■ **About this exercise**
Repeat the entries below exactly. Begin with the first line and end with the line that contains "i (written by".

[Opening Given records section]

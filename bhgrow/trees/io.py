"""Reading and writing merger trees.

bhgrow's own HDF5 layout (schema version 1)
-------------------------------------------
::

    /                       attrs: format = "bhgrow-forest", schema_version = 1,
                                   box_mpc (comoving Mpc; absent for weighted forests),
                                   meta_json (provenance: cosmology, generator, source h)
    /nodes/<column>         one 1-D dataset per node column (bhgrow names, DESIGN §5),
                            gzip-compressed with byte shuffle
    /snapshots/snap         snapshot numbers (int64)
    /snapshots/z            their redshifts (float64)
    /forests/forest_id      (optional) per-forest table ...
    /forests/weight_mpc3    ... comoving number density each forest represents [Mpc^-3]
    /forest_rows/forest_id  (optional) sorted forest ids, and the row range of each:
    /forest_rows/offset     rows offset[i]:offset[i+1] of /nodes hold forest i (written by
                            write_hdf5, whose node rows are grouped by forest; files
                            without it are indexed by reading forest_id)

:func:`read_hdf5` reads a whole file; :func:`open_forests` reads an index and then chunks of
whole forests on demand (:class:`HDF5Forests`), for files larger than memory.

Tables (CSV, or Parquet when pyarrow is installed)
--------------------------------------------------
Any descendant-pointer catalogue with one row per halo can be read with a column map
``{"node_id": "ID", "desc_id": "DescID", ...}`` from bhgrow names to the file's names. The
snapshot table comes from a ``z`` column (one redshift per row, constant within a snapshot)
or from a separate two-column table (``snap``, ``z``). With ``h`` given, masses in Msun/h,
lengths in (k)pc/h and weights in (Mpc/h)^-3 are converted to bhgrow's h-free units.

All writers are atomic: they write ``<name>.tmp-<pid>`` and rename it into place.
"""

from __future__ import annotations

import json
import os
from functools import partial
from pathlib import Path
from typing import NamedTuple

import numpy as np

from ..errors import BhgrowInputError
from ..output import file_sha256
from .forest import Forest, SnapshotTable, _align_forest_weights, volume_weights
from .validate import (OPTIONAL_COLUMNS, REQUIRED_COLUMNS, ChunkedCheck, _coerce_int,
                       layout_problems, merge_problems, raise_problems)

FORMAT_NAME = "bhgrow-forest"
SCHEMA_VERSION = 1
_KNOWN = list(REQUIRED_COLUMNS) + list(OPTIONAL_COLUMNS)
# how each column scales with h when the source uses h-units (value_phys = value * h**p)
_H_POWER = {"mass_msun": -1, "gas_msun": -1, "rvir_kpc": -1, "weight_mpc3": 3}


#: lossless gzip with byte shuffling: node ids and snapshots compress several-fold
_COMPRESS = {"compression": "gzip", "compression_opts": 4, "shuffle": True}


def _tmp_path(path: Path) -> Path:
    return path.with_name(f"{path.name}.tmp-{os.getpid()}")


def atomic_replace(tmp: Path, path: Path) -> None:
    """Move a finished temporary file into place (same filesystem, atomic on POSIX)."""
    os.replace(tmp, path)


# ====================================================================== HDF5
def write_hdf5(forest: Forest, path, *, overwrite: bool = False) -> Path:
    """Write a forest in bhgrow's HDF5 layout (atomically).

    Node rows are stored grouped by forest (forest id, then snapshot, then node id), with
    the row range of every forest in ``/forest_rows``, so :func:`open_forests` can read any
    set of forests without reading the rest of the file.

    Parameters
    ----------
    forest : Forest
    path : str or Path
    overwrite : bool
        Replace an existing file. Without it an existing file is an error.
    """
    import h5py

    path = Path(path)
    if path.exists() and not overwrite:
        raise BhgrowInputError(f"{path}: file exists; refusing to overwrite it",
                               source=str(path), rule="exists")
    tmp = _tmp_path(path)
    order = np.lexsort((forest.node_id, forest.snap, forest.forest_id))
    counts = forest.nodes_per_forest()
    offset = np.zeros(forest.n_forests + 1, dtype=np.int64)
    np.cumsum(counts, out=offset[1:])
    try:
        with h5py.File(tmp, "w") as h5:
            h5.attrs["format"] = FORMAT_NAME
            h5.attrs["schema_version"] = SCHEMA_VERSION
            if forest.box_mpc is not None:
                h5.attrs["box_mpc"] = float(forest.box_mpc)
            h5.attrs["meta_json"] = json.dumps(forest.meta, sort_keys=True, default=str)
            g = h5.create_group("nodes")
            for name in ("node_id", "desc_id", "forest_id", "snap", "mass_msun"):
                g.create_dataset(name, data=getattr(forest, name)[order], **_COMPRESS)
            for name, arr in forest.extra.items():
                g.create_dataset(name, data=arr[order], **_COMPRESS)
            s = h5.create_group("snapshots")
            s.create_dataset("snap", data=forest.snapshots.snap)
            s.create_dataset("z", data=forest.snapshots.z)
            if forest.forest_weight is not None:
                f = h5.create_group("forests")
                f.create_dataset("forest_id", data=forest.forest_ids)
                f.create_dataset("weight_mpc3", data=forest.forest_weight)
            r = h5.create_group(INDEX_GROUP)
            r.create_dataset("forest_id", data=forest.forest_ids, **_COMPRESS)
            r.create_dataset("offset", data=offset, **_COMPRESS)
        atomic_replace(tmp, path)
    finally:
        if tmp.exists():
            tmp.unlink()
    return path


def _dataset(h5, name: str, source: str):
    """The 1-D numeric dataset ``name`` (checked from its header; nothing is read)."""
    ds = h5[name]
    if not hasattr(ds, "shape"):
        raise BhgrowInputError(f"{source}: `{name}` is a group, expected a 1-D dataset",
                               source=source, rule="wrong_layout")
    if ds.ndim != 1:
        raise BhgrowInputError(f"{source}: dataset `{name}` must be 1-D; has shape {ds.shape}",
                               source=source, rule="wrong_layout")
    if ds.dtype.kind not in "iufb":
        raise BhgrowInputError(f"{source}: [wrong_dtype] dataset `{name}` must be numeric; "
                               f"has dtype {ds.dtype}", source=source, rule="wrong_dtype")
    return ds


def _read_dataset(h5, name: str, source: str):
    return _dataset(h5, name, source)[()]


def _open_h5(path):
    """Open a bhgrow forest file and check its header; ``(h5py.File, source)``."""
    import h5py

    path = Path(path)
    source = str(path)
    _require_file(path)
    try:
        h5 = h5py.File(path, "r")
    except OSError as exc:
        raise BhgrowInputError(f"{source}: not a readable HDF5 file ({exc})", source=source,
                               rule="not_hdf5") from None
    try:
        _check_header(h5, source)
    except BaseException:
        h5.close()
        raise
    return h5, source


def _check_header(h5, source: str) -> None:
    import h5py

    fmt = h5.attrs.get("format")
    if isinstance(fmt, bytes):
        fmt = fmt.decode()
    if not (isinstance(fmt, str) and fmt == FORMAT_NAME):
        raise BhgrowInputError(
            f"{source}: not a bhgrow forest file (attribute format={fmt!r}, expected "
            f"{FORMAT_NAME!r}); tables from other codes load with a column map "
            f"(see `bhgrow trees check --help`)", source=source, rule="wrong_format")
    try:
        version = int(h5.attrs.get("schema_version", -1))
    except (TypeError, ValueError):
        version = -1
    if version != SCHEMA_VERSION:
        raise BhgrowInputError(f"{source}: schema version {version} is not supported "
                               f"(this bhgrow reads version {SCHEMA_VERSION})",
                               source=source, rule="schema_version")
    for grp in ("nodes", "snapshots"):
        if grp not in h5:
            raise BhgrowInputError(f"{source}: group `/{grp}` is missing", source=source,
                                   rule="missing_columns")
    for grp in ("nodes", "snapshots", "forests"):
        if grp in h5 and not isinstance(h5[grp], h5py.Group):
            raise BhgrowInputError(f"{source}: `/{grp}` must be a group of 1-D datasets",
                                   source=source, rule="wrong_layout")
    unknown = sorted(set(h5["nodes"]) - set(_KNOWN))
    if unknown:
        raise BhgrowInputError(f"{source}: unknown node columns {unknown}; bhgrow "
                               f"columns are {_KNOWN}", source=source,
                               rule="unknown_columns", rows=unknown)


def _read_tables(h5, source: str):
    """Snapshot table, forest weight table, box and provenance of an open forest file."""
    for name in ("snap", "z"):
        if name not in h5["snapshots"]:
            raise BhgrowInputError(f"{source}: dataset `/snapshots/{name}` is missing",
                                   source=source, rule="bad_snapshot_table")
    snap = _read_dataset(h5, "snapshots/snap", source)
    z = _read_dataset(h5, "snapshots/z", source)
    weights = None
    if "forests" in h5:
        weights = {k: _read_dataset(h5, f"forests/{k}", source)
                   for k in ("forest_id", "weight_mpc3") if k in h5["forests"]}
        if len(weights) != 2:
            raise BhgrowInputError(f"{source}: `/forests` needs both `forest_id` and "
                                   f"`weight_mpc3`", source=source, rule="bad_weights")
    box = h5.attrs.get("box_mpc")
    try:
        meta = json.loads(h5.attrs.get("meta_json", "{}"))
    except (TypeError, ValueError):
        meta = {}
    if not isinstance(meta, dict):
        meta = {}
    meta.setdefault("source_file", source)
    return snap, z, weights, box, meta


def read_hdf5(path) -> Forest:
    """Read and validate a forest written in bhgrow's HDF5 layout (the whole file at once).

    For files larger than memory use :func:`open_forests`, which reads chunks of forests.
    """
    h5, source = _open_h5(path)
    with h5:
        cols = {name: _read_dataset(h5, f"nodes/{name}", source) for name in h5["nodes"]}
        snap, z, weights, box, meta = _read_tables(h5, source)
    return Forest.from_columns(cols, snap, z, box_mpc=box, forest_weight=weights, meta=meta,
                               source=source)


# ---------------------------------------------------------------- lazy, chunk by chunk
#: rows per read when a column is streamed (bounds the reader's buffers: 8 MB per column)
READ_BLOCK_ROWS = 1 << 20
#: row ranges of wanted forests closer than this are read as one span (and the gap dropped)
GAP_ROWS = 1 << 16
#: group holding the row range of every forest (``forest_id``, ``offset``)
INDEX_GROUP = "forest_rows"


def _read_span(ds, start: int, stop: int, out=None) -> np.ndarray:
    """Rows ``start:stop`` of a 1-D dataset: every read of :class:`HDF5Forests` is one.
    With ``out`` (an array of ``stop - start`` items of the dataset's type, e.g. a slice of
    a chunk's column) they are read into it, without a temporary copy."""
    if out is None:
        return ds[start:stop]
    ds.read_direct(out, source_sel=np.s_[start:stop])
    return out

[Closing Given records section]

■ **Solution for this problem**
filename bhgrow/trees/io.py
"""Reading and writing merger trees.

bhgrow's own HDF5 layout (schema version 1)
-------------------------------------------
::

    /                       attrs: format = "bhgrow-forest", schema_version = 1,
                                   box_mpc (comoving Mpc; absent for weighted forests),
                                   meta_json (provenance: cosmology, generator, source h)
    /nodes/<column>         one 1-D dataset per node column (bhgrow names, DESIGN §5),
                            gzip-compressed with byte shuffle
    /snapshots/snap         snapshot numbers (int64)
    /snapshots/z            their redshifts (float64)
    /forests/forest_id      (optional) per-forest table ...
    /forests/weight_mpc3    ... comoving number density each forest represents [Mpc^-3]
    /forest_rows/forest_id  (optional) sorted forest ids, and the row range of each:
    /forest_rows/offset     rows offset[i]:offset[i+1] of /nodes hold forest i (written by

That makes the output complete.